The diameter of the inner cylinder at the tip of the nozzle corresponding to each of the plurality of semiconductor devices is changed to adjust the cooling medium injection flow rate (the flow rate of the cooling medium injected from each of the plurality of nozzles). Therefore, the aging conditions of the plurality of semiconductor devices can be made the same.

Therefore, according to the method of aging a semiconductor device of the present invention, the aging condition of a plurality of semiconductor devices can be equalized by the method of aging a semiconductor device using the burn-in device of the present invention. , Excellent aging can be performed.

(3). According to the aging method for a semiconductor device of the present invention, the aging method for a semiconductor device using the burn-in device of the present invention is particularly useful when aging a semiconductor integrated circuit device composed of an LSI or the like that generates a large amount of heat. In some cases, the temperatures of a plurality of semiconductor integrated circuit devices (eg, the temperatures of chips) are extremely different.
By changing the diameter of the inner cylinder at the tip of the nozzle corresponding to each of the plurality of semiconductor integrated circuit devices, the injection flow rate of the cooling medium (the flow rate of the cooling medium injected from each of the plurality of nozzles) is adjusted. Therefore, the aging condition of each of the plurality of semiconductor integrated circuit devices can be made the same, so that excellent aging can be performed when aging a semiconductor integrated circuit device such as an LSI that generates a large amount of heat.

[Brief description of the drawings]

FIG. 1 is a schematic configuration diagram showing a vertical section of a burn-in device according to an embodiment of the present invention.

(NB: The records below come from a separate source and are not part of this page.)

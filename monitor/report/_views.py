"""Terminal views of a monitor's history: plain rows built from the store's queries.

Each function takes a :class:`storage.history.HistoryStore` and a monitor name
and returns a :class:`View`: a title, column names and rows of plain values
(``str``, ``int``, ``float``, ``bool``, aware ``datetime`` or ``None``).  The
views add no statistics of their own: every number is a value the nightly run
stored, looked up and laid out (the criterion gap is the chosen model's stored
``delta`` metric).  :func:`view_to_csv` and :func:`view_to_json` serialise a
view; the command line lays it out as a table.

The time axis is the run's scheduled instant (``slot_at``), shown as ``night``;
time filters are half-open, ``start <= night < end``.  Only completed runs
appear in trends (failed nights are listed by :func:`nights`).
"""

from __future__ import annotations

import csv
import datetime as dt
import io
import json
import math
from collections.abc import Iterable, Mapping, Sequence
from dataclasses import dataclass, field
from typing import Any

import pandas as pd

__all__ = [
    "View",
    "alerts_view",
    "check_outcomes",
    "coefficient_paths",
    "metric_trend",
    "nights",
    "notes",
    "verdict_timeline",
    "view_to_csv",
    "view_to_json",
]


@dataclass(frozen=True, slots=True)
class View:
    """One terminal view: ``rows`` are tuples in the order of ``columns``."""

    name: str
    title: str
    columns: tuple[str, ...]
    rows: tuple[tuple[Any, ...], ...]
    notes: tuple[str, ...] = field(default=())

    def records(self) -> list[dict[str, Any]]:
        """The rows as dicts keyed by column name."""
        return [dict(zip(self.columns, row, strict=True)) for row in self.rows]


# ---------------------------------------------------------------------------- conversion


def plain_value(value: Any) -> Any:
    """A builtin value: pandas/NumPy scalars unwrapped, NaN/NA -> None, Timestamps -> datetime."""
    if value is None or value is pd.NA or value is pd.NaT:
        return None
    if isinstance(value, pd.Timestamp):
        return value.to_pydatetime()
    if hasattr(value, "item") and not isinstance(value, (str, bytes)):
        value = value.item()
    if isinstance(value, float) and math.isnan(value):
        return None
    return value


def _column(frame: pd.DataFrame, name: str) -> list[Any]:
    return [plain_value(value) for value in frame[name].tolist()]


def _instant_text(value: dt.datetime) -> str:
    return value.astimezone(dt.UTC).isoformat().replace("+00:00", "Z")


def json_value(value: Any) -> Any:
    """``value`` as strict JSON data (instants as ISO 8601 UTC with ``Z``, NaN/inf as None)."""
    value = plain_value(value)
    if isinstance(value, dt.datetime):
        return _instant_text(value)
    if isinstance(value, float) and not math.isfinite(value):
        return None
    if isinstance(value, Mapping):
        return {str(k): json_value(v) for k, v in value.items()}
    if isinstance(value, (list, tuple)):
        return [json_value(v) for v in value]
    return value


def view_to_json(view: View) -> dict[str, Any]:
    """``{"view", "title", "columns", "rows": [{column: value}], "notes"}``.

    Instants are ISO 8601 strings in UTC (``Z``); missing numbers are null.
    """
    return {"view": view.name, "title": view.title, "columns": list(view.columns),
            "rows": [{k: json_value(v) for k, v in record.items()}
                     for record in view.records()],
            "notes": list(view.notes)}


def view_to_csv(view: View) -> str:
    """CSV with a header line; numbers at full precision, instants in ISO 8601 UTC, blanks for
    missing values, nested values (evidence) as JSON."""
    buffer = io.StringIO()
    writer = csv.writer(buffer, lineterminator="\n")
    writer.writerow(view.columns)
    for row in view.rows:
        cells = []
        for value in row:
            value = json_value(value)
            if value is None:
                cells.append("")
            elif isinstance(value, float):
                cells.append(repr(value))
            elif isinstance(value, (dict, list)):
                cells.append(json.dumps(value, ensure_ascii=False, allow_nan=False))
            else:
                cells.append(value)
        writer.writerow(cells)
    return buffer.getvalue()


# ---------------------------------------------------------------------------- views


def verdict_timeline(store: Any, monitor: str, *, segment: str | None = None,
                     start: dt.datetime | None = None,
                     end: dt.datetime | None = None) -> View:
    """Night by night: which candidate was best, the chosen one, and the gap between them.

    ``gap`` is the chosen model's criterion minus the best one's (its stored
    ``delta`` metric; 0 when the chosen model is the best).  On a night where the
    best candidate changed, ``best_before`` names the previous best and
    ``best_before_behind_by`` is that model's ``delta`` on the night: how far the
    new best got ahead of it.
    """
    verdicts = store.verdict_history(monitor, segment=segment, start=start, end=end)
    deltas = store.metric_trend(monitor, "delta", segment=segment, start=start, end=end)
    lookup = {(int(r.run_id), r.segment, r.model): plain_value(r.value)
              for r in deltas.itertuples(index=False)}
    rows = []
    for record in verdicts.itertuples(index=False):
        run_id = int(record.run_id)
        chosen, best = plain_value(record.chosen_model), plain_value(record.best_model)
        previous = plain_value(record.previous_best) if bool(record.changed) else None
        rows.append((
            plain_value(record.slot_at), record.segment, record.criterion, best, chosen,
            plain_value(record.is_chosen_best),
            lookup.get((run_id, record.segment, chosen)) if chosen is not None else None,
            previous,
            lookup.get((run_id, record.segment, previous)) if previous is not None else None,
            run_id,
        ))
    changes = sum(1 for row in rows if row[7] is not None)
    notes = (f"{len(rows)} night(s); the best candidate changed {changes} time(s).",
             "gap = chosen model's criterion minus the best candidate's (0 when the chosen "
             "model is the best).")
    return View("verdicts", "Which candidate led, night by night",
                ("night", "segment", "criterion", "best", "chosen", "chosen_is_best", "gap",
                 "best_before", "best_before_behind_by", "run_id"), tuple(rows), notes)


def metric_trend(store: Any, monitor: str, metric: str, *, model: str | None = None,
                 segment: str | None = None, start: dt.datetime | None = None,
                 end: dt.datetime | None = None) -> View:
    """One stored metric per night, one column per candidate model."""
    frame = store.metric_trend(monitor, metric, model=model, segment=segment, start=start,
                               end=end)
    models = sorted(set(frame["model"])) if len(frame) else ([model] if model else [])
    grouped: dict[tuple[int, str], dict[str, Any]] = {}
    axis: dict[tuple[int, str], Any] = {}
    for record in frame.itertuples(index=False):
        key = (int(record.run_id), record.segment)
        axis[key] = plain_value(record.slot_at)
        grouped.setdefault(key, {})[record.model] = plain_value(record.value)
    rows = tuple((axis[key], key[1], *(grouped[key].get(name) for name in models), key[0])
                 for key in axis)
    return View("metrics", f"{metric} night by night, per candidate",
                ("night", "segment", *models, "run_id"), rows,
                (f"metric {metric!r}; {len(rows)} night(s), {len(models)} candidate(s).",))


def check_outcomes(store: Any, monitor: str, *, check: str | None = None,
                   model: str | None = None, segment: str | None = None,
                   start: dt.datetime | None = None, end: dt.datetime | None = None) -> View:
    """Each check's verdict, statistic and p-value per night and model."""
    frame = store.check_trend(monitor, check, model=model, segment=segment, start=start,
                              end=end)
    rows = tuple(zip(_column(frame, "slot_at"), _column(frame, "segment"),
                     _column(frame, "model"), _column(frame, "check_name"),
                     _column(frame, "verdict"), _column(frame, "statistic"),
                     _column(frame, "p_value"), _column(frame, "rows"),
                     _column(frame, "is_exact"), _column(frame, "run_id"), strict=True))
    counts: dict[str, int] = {}
    for row in rows:
        counts[row[4]] = counts.get(row[4], 0) + 1
    summary = ", ".join(f"{counts[v]} {v}" for v in sorted(counts)) or "no check rows"
    return View("checks", "Check outcomes, night by night",
                ("night", "segment", "model", "check", "verdict", "statistic", "p_value",
                 "rows", "exact", "run_id"), rows, (summary + ".",))


def coefficient_paths(store: Any, monitor: str, *, model: str | None = None,
                      term: str | None = None, segment: str | None = None,
                      start: dt.datetime | None = None, end: dt.datetime | None = None) -> View:
    """Each coefficient's estimate, standard error and confidence bounds per night."""
    frame = store.coefficient_paths(monitor, model=model, term=term, segment=segment,
                                    start=start, end=end)
    names = ("slot_at", "segment", "model", "term", "estimate", "std_error", "ci_lower",
             "ci_upper", "ci_level", "run_id")
    rows = tuple(zip(*(_column(frame, name) for name in names), strict=True)) if len(frame) \
        else ()
    return View("coefficients", "Coefficient paths", ("night", *names[1:]), rows,
                (f"{len(rows)} row(s).",))


def notes(store: Any, monitor: str, *, start: dt.datetime | None = None,
          end: dt.datetime | None = None) -> View:
    """Promotions (which model was made the chosen one) and annotations, in time order."""
    promotions = store.promotions(monitor)
    annotations = store.annotations(monitor, start=start, end=end)
    rows: list[tuple[Any, ...]] = []
    for record in promotions.itertuples(index=False):
        at = plain_value(record.promoted_at)
        if (start is not None and at < start) or (end is not None and at >= end):
            continue
        previous = plain_value(record.previous_model)
        what = f"{record.model} made the chosen model" + (
            f" (was {previous})" if previous else "")
        rows.append((at, None, "promotion", record.segment, what, record.reason,
                     record.promoted_by, None))
    for record in annotations.itertuples(index=False):
        rows.append((plain_value(record.starts_at), plain_value(record.ends_at), "note",
                     plain_value(record.segment), record.note, None, record.created_by,
                     plain_value(record.silences_alerts)))
    rows.sort(key=lambda row: row[0])
    return View("notes", "Promotions and notes",
                ("at", "until", "kind", "segment", "what", "reason", "by", "silences_alerts"),
                tuple(rows), (f"{len(rows)} entr{'y' if len(rows) == 1 else 'ies'}.",))


def alerts_view(store: Any, monitor: str, *, state: str | Sequence[str] | None = None,
                model: str | None = None, segment: str | None = None,
                start: dt.datetime | None = None, end: dt.datetime | None = None) -> View:
    """Alerts with their current state, first and latest night seen, and evidence."""
    frame = store.alerts(monitor, state=state, model=model, start=start, end=end)
    if segment is not None and len(frame):
        frame = frame[frame["segment"] == segment]
    night_of = nights_by_run(store, monitor)
    rows = []
    for record in frame.itertuples(index=False):
        first = plain_value(record.first_seen_run_id)
        last = plain_value(record.last_seen_run_id)
        rows.append((int(record.alert_id), record.state, record.severity, record.kind,
                     record.segment, record.model, night_of.get(first),
                     night_of.get(last), record.message, plain_value(record.evidence)))
    open_count = sum(1 for row in rows if row[1] == "open")
    return View("alerts", "Alerts",
                ("alert_id", "state", "severity", "kind", "segment", "model", "first_night",
                 "latest_night", "message", "evidence"), tuple(rows),
                (f"{len(rows)} alert(s), {open_count} open. An alert is statistical evidence, "
                 "not proof: people who know the data decide what to do.",))


def nights(store: Any, monitor: str, *, start: dt.datetime | None = None,
           end: dt.datetime | None = None) -> View:
    """Every finished attempt: completed or failed, with rows read and the failure reason."""
    frame = store.runs(monitor, start=start, end=end)
    rows = []
    for record in frame.itertuples(index=False):
        reason = plain_value(record.error_message)
        step = plain_value(record.error_step)
        rows.append((plain_value(record.slot_at), int(record.attempt), record.status,
                     plain_value(record.window_start), plain_value(record.window_end),
                     plain_value(record.rows_read), plain_value(record.rows_dropped),
                     f"{step}: {reason}" if reason else None, int(record.run_id)))
    failed = sum(1 for row in rows if row[2] == "failed")
    return View("nights", "Nights run",
                ("night", "attempt", "status", "window_start", "window_end", "rows_read",
                 "rows_dropped", "failure", "run_id"), tuple(rows),
                (f"{len(rows)} attempt(s), {failed} failed.",))


def nights_by_run(store: Any, monitor: str) -> dict[int, dt.datetime]:
    """``run_id -> night`` for every run of the monitor (completed or failed)."""
    frame = store.runs(monitor)
    return {int(run_id): plain_value(slot) for run_id, slot in
            zip(frame["run_id"].tolist(), frame["slot_at"].tolist(), strict=True)}


def segments_of(frames: Iterable[pd.DataFrame]) -> list[str]:
    """The segment values present in some frames, sorted."""
    found: set[str] = set()
    for frame in frames:
        if len(frame) and "segment" in frame:
            found.update(str(value) for value in frame["segment"].dropna())
    return sorted(found)
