def render_report(store: Any, monitor: str, *, spec: Any = None,
                  segments: Sequence[str] | None = None,
                  now: dt.datetime | None = None) -> str:
    """The report of ``monitor`` as one HTML document (see the module notes).

    Parameters
    ----------
    store
        A :class:`storage.history.HistoryStore`.
    monitor
        The monitor's name in the store.
    spec
        The monitor spec (:class:`monitor.runs.spec.Spec` or its ``MonitorSpec``),
        for the section on what the monitor watches; without it the section
        lists what the history shows.
    segments
        Segments to draw figures for; by default those with open alerts or whose
        chosen model is not the best on the latest night, else all when there are
        at most three, else the first.
    now
        The instant printed as the report's time (default: the current time).
    """
    monitor_spec = _monitor_spec(spec, monitor)
    moment = (now or dt.datetime.now(dt.UTC)).astimezone(dt.UTC)
    page = _Page()
    runs = store.runs(monitor)
    verdicts = store.verdict_history(monitor, with_detail=True)
    alerts = store.alerts(monitor)
    live_alerts = alerts[alerts["state"] != "resolved"] if len(alerts) else alerts
    criterion = (monitor_spec.family.criterion if monitor_spec is not None
                 else (str(verdicts["criterion"].iloc[-1]) if len(verdicts) else "aic"))
    latest = _latest_verdicts(verdicts)
    all_segments = sorted(latest) or [""]
    focus = list(segments) if segments is not None else _focus(latest, live_alerts)
    completed = runs[runs["status"] == "completed"] if len(runs) else runs
    failed = int((runs["status"] == "failed").sum()) if len(runs) else 0
    first_night = plain_value(completed["slot_at"].iloc[0]) if len(completed) else None
    last_night = plain_value(completed["slot_at"].iloc[-1]) if len(completed) else None

    parts: list[str] = []
    parts.append(_watch_section(monitor, monitor_spec, store, criterion, runs, failed,
                                first_night, last_night))
    parts.append(_standing_section(latest, live_alerts, criterion, all_segments))
    parts.append(_alerts_section(live_alerts, nights_by_run(store, monitor)))
    parts.append(_since_when_section(store, monitor, latest))
    parts.append(_ranking_section(store, monitor, latest, criterion, monitor_spec, last_night))
    parts.append(_trends_section(page, store, monitor, focus, latest, criterion, verdicts,
                                 monitor_spec))
    checks = (store.check_trend(monitor, None, with_detail=True, start=last_night)
              if last_night is not None else pd.DataFrame())
    parts.append(_latest_night_section(page, checks, focus, latest))
    parts.append(_checks_section(checks, latest, focus))
    parts.append(_notes_section(store, monitor))
    parts.append(_cautions_section())
    body = "\n".join(parts)
    title = f"regwarden report: {monitor}"
    return (
        "<!DOCTYPE html>\n<html lang=\"en\"><head><meta charset=\"utf-8\">"
        f'<meta http-equiv="Content-Security-Policy" content="{_CSP}">'
        '<meta name="viewport" content="width=device-width, initial-scale=1">'
        '<meta name="referrer" content="no-referrer">'
        f"<title>{_e(title)}</title><style>{_CSS}</style></head><body>"
        '<header class="masthead"><div class="kicker">regwarden · model watch report</div>'
        f'<h1 id="monitor-name">{_e(monitor)}</h1>'
        f"<p>History from {_e(_night(first_night))} to {_e(_night(last_night))} · written "
        f"{_e(moment.strftime('%Y-%m-%d %H:%M UTC'))} · store {_e(store.describe())}</p>"
        f"</header><main>{body}"
        f'<footer data-figures="{_e(" ".join(page.figures))}">Written by regwarden '
        f"{_e(_version())}. This file is self-contained: it loads nothing and runs no "
        "script.</footer></main></body></html>\n")
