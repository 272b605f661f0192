"""What one night's checks saw, read back from the ``detail`` JSON of its check rows.

The nightly run stores each check's supporting data in the check row's
``detail``.  The report draws the keys below when they are present and says
plainly which are missing; it never recomputes them.

================================  =============================================================
check row (``check_name``)        ``detail`` keys read
================================  =============================================================
any check (first one found)       ``sample``: ``{"at": [...], "key": [...], "fitted": [...],
                                  "residual": [...]}`` (the bounded residual sample of the
                                  window, in time order)
any drift check (first found)     ``forecast_errors``: ``{"at": [...], "key": [...],
                                  "error": [...]}`` (the frozen baseline model's errors on the
                                  fresh rows)
``psi``                           ``bins``: ``{"edges": [...], "baseline_share": [...],
                                  "fresh_share": [...]}``
``cooks_distance``                ``top_rows``: ``[{"key": ..., "cooks_distance": ...}, ...]``
                                  and ``cutoffs``: ``{label: value}``
``cusum``                         ``path`` (scaled running sum), ``path_at`` (instants, optional),
                                  ``bound`` (±, constant) or ``lower``/``upper`` (arrays),
                                  ``change_index`` / ``change_at`` (the estimated change)
================================  =============================================================
"""

from __future__ import annotations

import datetime as dt
from collections.abc import Mapping, Sequence
from dataclasses import dataclass
from typing import Any

import pandas as pd

from ._views import plain_value

__all__ = ["CusumTrace", "NightEvidence", "night_evidence"]


@dataclass(frozen=True, slots=True)
class CusumTrace:
    """The running-sum path a ``cusum`` check stored, with its bounds and change estimate."""

    path: tuple[float, ...]
    at: tuple[str, ...] | None
    bound: float | None
    lower: tuple[float, ...] | None
    upper: tuple[float, ...] | None
    change_index: int | None
    change_at: str | None
    statistic: float | None
    p_value: float | None
    verdict: str


@dataclass(frozen=True, slots=True)
class NightEvidence:
    """The arrays one night's checks kept for one model and segment (``None`` when absent)."""

    run_id: int
    night: dt.datetime
    segment: str
    model: str
    sample: Mapping[str, Sequence[Any]] | None
    forecast_errors: Mapping[str, Sequence[Any]] | None
    bins: Mapping[str, Sequence[float]] | None
    top_rows: tuple[Mapping[str, Any], ...]
    cutoffs: Mapping[str, float]
    cusum: CusumTrace | None

    def missing(self) -> list[str]:
        """Names of the views this night cannot show, for the report to say so."""
        absent = []
        if self.sample is None:
            absent.append("residual sample (errors over time and against predictions)")
        if self.bins is None:
            absent.append("baseline bins (psi check)")
        if not self.top_rows:
            absent.append("most influential rows (cooks_distance check)")
        if self.cusum is None:
            absent.append("running-sum path (cusum check)")
        return absent


def _sequence(value: Any) -> bool:
    return isinstance(value, (list, tuple))


def _sample(detail: Mapping[str, Any], name: str, values: str) -> Mapping[str, Any] | None:
    sample = detail.get(name)
    if isinstance(sample, Mapping) and _sequence(sample.get(values)) and sample[values]:
        return {key: list(column) for key, column in sample.items() if _sequence(column)}
    return None


def _cusum(row: Any) -> CusumTrace | None:
    detail = row.detail if isinstance(row.detail, Mapping) else {}
    path = detail.get("path")
    if not _sequence(path) or not path:
        return None
    at = detail.get("path_at")
    lower, upper = detail.get("lower"), detail.get("upper")
    index = detail.get("change_index")
    return CusumTrace(
        path=tuple(float("nan") if v is None else float(v) for v in path),
        at=tuple(str(v) for v in at) if _sequence(at) and len(at) == len(path) else None,
        bound=float(detail["bound"]) if detail.get("bound") is not None else None,
        lower=tuple(float(v) for v in lower) if _sequence(lower) else None,
        upper=tuple(float(v) for v in upper) if _sequence(upper) else None,
        change_index=int(index) if index is not None else None,
        change_at=str(detail["change_at"]) if detail.get("change_at") else None,
        statistic=plain_value(row.statistic), p_value=plain_value(row.p_value),
        verdict=str(row.verdict))


def night_evidence(checks: pd.DataFrame, *, model: str, segment: str) -> NightEvidence | None:
    """The evidence of the LATEST night in ``checks`` for one model and segment.

    ``checks`` holds rows of ``HistoryStore.check_trend(..., with_detail=True)``;
    None when that model has no check rows.
    """
    rows = checks[(checks["model"] == model) & (checks["segment"] == segment)]
    if not len(rows):
        return None
    latest = rows[rows["run_id"] == rows["run_id"].iloc[-1]]
    sample = forecast = bins = cusum = None
    top_rows: tuple[Mapping[str, Any], ...] = ()
    cutoffs: dict[str, float] = {}
    for row in latest.itertuples(index=False):
        detail = row.detail if isinstance(row.detail, Mapping) else {}
        sample = sample or _sample(detail, "sample", "residual")
        forecast = forecast or _sample(detail, "forecast_errors", "error")
        if row.check_name == "psi":
            found = detail.get("bins")
            if isinstance(found, Mapping) and all(_sequence(found.get(k)) for k in
                                                  ("edges", "baseline_share", "fresh_share")):
                bins = {k: [float(v) for v in found[k]]
                        for k in ("edges", "baseline_share", "fresh_share")}
        elif row.check_name == "cooks_distance":
            found_rows = detail.get("top_rows")
            if _sequence(found_rows):
                top_rows = tuple(r for r in found_rows if isinstance(r, Mapping)
                                 and r.get("cooks_distance") is not None)
            found_cutoffs = detail.get("cutoffs")
            if isinstance(found_cutoffs, Mapping):
                cutoffs = {str(k): float(v) for k, v in found_cutoffs.items() if v is not None}
        elif row.check_name == "cusum":
            cusum = _cusum(row)
    first = latest.iloc[0]
    return NightEvidence(run_id=int(first["run_id"]), night=plain_value(first["slot_at"]),
                         segment=segment, model=model, sample=sample, forecast_errors=forecast,
                         bins=bins, top_rows=top_rows, cutoffs=cutoffs, cusum=cusum)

FIG. 2 is a diagram illustrating a relationship between a flow rate of a cooling medium at a nozzle and a thermal resistance.

FIG. 3 is a diagram showing a relationship between a diameter of an inner cylinder at a tip of a nozzle and a flow rate of a cooling medium.

[Explanation of symbols]

 DESCRIPTION OF SYMBOLS 1 Test tank 2, 2a-2f Semiconductor device mounting board 3, 3a-3f Nozzle 4 Cooling medium tank 5 Cooling medium 6 Cooling medium pipe 7 Sub pipe 8 Nozzle fixed body 9 Pump 10 Cooling medium flow control valve 11, 11a-11f Semiconductor apparatus

Claims (5)

[Claims] 1. A plurality of nozzles corresponding to a plurality of semiconductor device mounting substrates, and a nozzle for injecting a cooling medium is arranged below the semiconductor device mounted below each of the semiconductor device mounting substrates. Wherein the diameter of the inner cylinder at the tip of each of the plurality of nozzles has various values. 2. The burn-in apparatus according to claim 1, wherein the diameter of the inner cylinder at the tip of each of the plurality of nozzles is changed corresponding to each of the semiconductor devices. A burn-in device wherein the flow rate of the cooling medium injected from each of the nozzles can be adjusted so that the temperature becomes uniform. 3. The burn-in apparatus according to claim 1, wherein the inner cylinder at the tip of each of the plurality of nozzles has a diameter of 1.5 mm, 2.5 mm, or 3.5 mm. Burn-in device. 4. The burn-in apparatus according to claim 1, wherein the number of the nozzles is six, the number of the inner cylinder at the tip is 1.5 mm, and the diameter of the inner cylinder at the tip is one. But
There are four 2.5mm nozzles, and the diameter of the inner cylinder at the tip is 3.
A burn-in device comprising one 5 mm nozzle. 5. An aging method for a semiconductor device, wherein the aging of the semiconductor device is performed using the burn-in apparatus according to claim 1.